Alice E. Gray was born on June 7, 1914. Her mother came from a farming family and her father was an engineer. She was interested by insects as a child. Her mother, when asked by Alice to keep insects she had caught, agreed under the condition that Alice learn what they ate by dinnertime, leading her to become an amateur entomologist at a young age. While still in high school, she knew she wanted to work at the American Museum of Natural History, and called its Insects and Spiders Department to ask about employment. Based on the advice she received from then-chairman, Frank E. Lutz, she applied to and attended Cornell University, studying biology and entomology, and training in scientific illustration.

== American Museum of Natural History ==
Upon graduating from Cornell in 1937, she started work with the museum and remained there until she retired. She proved to be a skilled illustrator, modeler, and writer, and engaged in a range of public relations and communications activities. She wrote for museum publications, constructed many of the department's displays, built large models, and illustrated entomology handouts still used as of 2016.

One of her projects was the creation of large-scale models of insects that she called "model monsters". She explained her modeling process and purpose in a lengthy article in Mechanix Illustrated in 1945. The first such model she created took six months to produce, taking pains to ensure its accuracy. "A well-made model is both a text and treasure ... Of the hundreds of people who daily pass these models in the museum, many never see them. Others take one glance and gulp and run. There are some, however, who look, see and remember that it is for them that all museum modeling is done." She cited a flea as one example of her work: "A flea made large enough to serve six at dinner by the lens of the microscope, stands revealed as most admirably streamlined and thus enabled to slip unimpeded between hairs."

She continued her own education while employed at the museum, earning a Master of Science in Education from Teachers College in 1949. As Scientific Assistant in the Department of Entomology, Gray was the primary educator and communicator on the subject of insects. In addition to working inside the museum, she was the director of the New York Entomological Society's Junior Division and brought insects and spiders out to New York public schools, presenting in classrooms and eventually earning the nickname "Bug Lady" through her outreach efforts. She appeared with her insects on television in the 1960s and 1970s, including an episode of The Tonight Show.

== Origami ==
Gray's first encounter with origami was when she purchased a book on the subject based on a picture of a cicada on the cover. She took to it as a hobby, but her interest deepened after meeting Lillian Oppenheimer in the 1960s. Oppenheimer is credited with popularizing origami in the United States, and Gray saw in her collection an art and craft that could be taken seriously. Gray offered to taxonomize and organize the collection, in a project that soon after was the cover story of the Origamian. In 1964, when both the editor and art director of that magazine left their positions, Gray filled in for both, first as a temporary measure and later on a permanent basis.
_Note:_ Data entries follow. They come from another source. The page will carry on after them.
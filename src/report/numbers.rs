//! Numbers as people read them: rounded to what they can bear, with a true minus, dates by name.

use crate::calendar::{MONTHS, WaterYearStart, date_of};
use chrono::Datelike;
use serde::Serialize;

/// The word for a number that is not there.
pub const DASH: &str = "–";

/// 10 to the power of each number of decimals.
const POWERS_OF_TEN: [f64; 7] = [1.0, 1e1, 1e2, 1e3, 1e4, 1e5, 1e6];

/// How many decimals a number has by its size.
#[derive(Debug, Clone, Copy, Serialize)]
pub struct Decimals {
    /// Those of sizes below a limit, the lowest limit first.
    pub below: &'static [(f64, usize)],
    /// Those of all others.
    pub otherwise: usize,
}

impl Decimals {
    /// Of a number.
    pub fn of(self, value: f64) -> usize {
        let size = value.abs();
        self.below.iter().find(|(limit, _)| size < *limit).map_or(self.otherwise, |(_, decimals)| *decimals)
    }
}

/// A number with so many decimals (at most six), halves rounded away from zero, a true minus, no minus before zero, and thousands set apart by a thin space.
pub fn fixed(value: f64, decimals: usize) -> String {
    #[cfg(test)]
    said::note(value);
    let scale = POWERS_OF_TEN.get(decimals).copied().unwrap_or(1.0);
    let text = format!("{:.decimals$}", (value.abs() * scale).round() / scale);
    let is_zero = text.bytes().all(|byte| byte == b'0' || byte == b'.');
    let (whole, fraction) = text.split_at(text.find('.').unwrap_or(text.len()));
    let mut grouped = String::new();
    for (at, digit) in whole.chars().enumerate() {
        if at > 0 && (whole.len() - at) % 3 == 0 && whole.len() > 4 {
            grouped.push('\u{2009}');
        }
        grouped.push(digit);
    }
    let sign = if value < 0.0 && !is_zero { "−" } else { "" };
    format!("{sign}{grouped}{fraction}")
}

/// The same with a plus before what is above zero.
pub fn signed(value: f64, decimals: usize) -> String {
    let text = fixed(value, decimals);
    let is_zero = text.chars().all(|c| c == '0' || c == '.');
    if value > 0.0 && !is_zero { format!("+{text}") } else { text }
}

/// An error beside a number: one figure or two, `0.04`, `0.9`, `2.7`, `17`.
pub fn precision(error: f64) -> String {
    let decimals = [9.5, 0.95, 0.095].iter().filter(|limit| error < **limit).count();
    if error > 0.0 && error < 0.0005 { "< 0.001".to_owned() } else { fixed(error, decimals) }
}

/// The number without zeros at the end of its decimals: `3.60` as `3.6`, `2.00` as `2`.
pub fn trimmed(number: &str) -> &str {
    if number.contains('.') { number.trim_end_matches('0').trim_end_matches('.') } else { number }
}

/// A stated number in as few decimals as come within a hundredth of it: `30`, `0.3`, `0.0039`; `0` of nothing.
pub fn stated(value: f64) -> String {
    let near = |decimals: &usize| {
        let power = POWERS_OF_TEN[*decimals];
        ((value * power).round() / power - value).abs() <= 0.01 * value.abs()
    };
    trimmed(&fixed(value, (0..6).find(near).unwrap_or(6))).to_owned()
}

/// `14 May`: the date of a day of the water year in a year of 365 days, to the nearest whole day.
pub fn date(day: f64, starts: WaterYearStart) -> String {
    #[cfg(test)]
    said::note(day);
    let date = date_of(starts.first_day(2002), day.round().max(1.0) as usize);
    format!("{} {}", date.day(), MONTHS[date.month0() as usize])
}

/// `1 band`, `10 bands`.
pub fn counted(count: usize, one: &str) -> String {
    format!("{} {one}{}", fixed(count as f64, 0), if count == 1 { "" } else { "s" })
}

/// `12 days earlier`, `1 day later`, `no change to the day`.
pub fn days_moved(days: f64) -> String {
    #[cfg(test)]
    said::note(days);
    let whole = days.abs().round();
    match (whole, days < 0.0) {
        (0.0, _) => "unchanged to the day".to_owned(),
        (1.0, true) => "1 day earlier".to_owned(),
        (1.0, false) => "1 day later".to_owned(),
        (_, true) => format!("{whole} days earlier"),
        (_, false) => format!("{whole} days later"),
    }
}

/// Every number that was put into words on this thread, before it was rounded: for the test that holds words to the
/// summary.
#[cfg(test)]
pub mod said {
    use std::cell::RefCell;

    thread_local!(static SAID: RefCell<Vec<f64>> = const { RefCell::new(Vec::new()) });

    /// Notes a number.
    pub fn note(value: f64) {
        SAID.with_borrow_mut(|said| said.push(value));
    }

    /// Takes all that has been said since the last time.
    pub fn take() -> Vec<f64> {
        SAID.take()
    }
}

#[cfg(test)]
mod tests {
    use super::*;
    use crate::calendar::MonthDay;

    /// By hand: 0.1 mm are 0.003937 in, 0.0039 within a hundredth of it; 0.5 mm are 0.01969 in.
    #[test]
    fn stated_numbers_have_the_decimals_that_they_need() {
        let said = [30.0, 0.3, 0.0, 0.1 / 25.4, 0.5 / 25.4, 12.5, 2e-6].map(stated);
        assert_eq!(said, ["30", "0.3", "0", "0.0039", "0.0197", "12.5", "0.000002"]);
    }

    #[test]
    fn numbers_read_well() {
        assert_eq!(fixed(-0.04, 1), "0.0", "no minus before zero");
        assert_eq!(fixed(-12_345.6, 0), "−12\u{2009}346");
        assert_eq!(signed(0.0, 0), "0");
        assert_eq!(signed(-6.5, 0), "−7", "as days_moved rounds");
        assert_eq!(["3.60", "+2.00", "10", "0.0"].map(trimmed), ["3.6", "+2", "10", "0"]);
        assert_eq!(
            [17.4, 2.71, 0.94, 0.04, 0.0004, 0.0].map(precision),
            ["17", "2.7", "0.94", "0.040", "< 0.001", "0.000"]
        );
        assert_eq!(days_moved(-0.6), "1 day earlier");
        let october = WaterYearStart(MonthDay::new(10, 1).unwrap());
        assert_eq!(date(183.0, october), "1 April");
    }
}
In 1978 she co-founded, with Oppenheimer and Michael Shall, the non-profit Friends of the Origami Center of America in New York. She gained international recognition for her work developing models, writing books, and generally supporting the paperfolding community. Gray secured an office for the society inside the museum which it continues to occupy as of 2016. Its name changed to OrigamiUSA when Oppenheimer died in 1992, and it remains the largest origami organization in the United States.

Folding paper to create toys and models of insects also became part of her work at the museum. She introduced the idea of using her origami insects to decorate a Christmas tree in the museum, starting with a small tree in her office, using folded envelope linings. When it caught the attention of the Trustee Exhibition Committee, the AMNH Holiday Origami Tree became an annual tradition, still active as of 2016. What began as a small tree decorated with folded envelope linings grew into a large tree with about 1,000 origami pieces, including not just insects but origami representations of many areas of the museum.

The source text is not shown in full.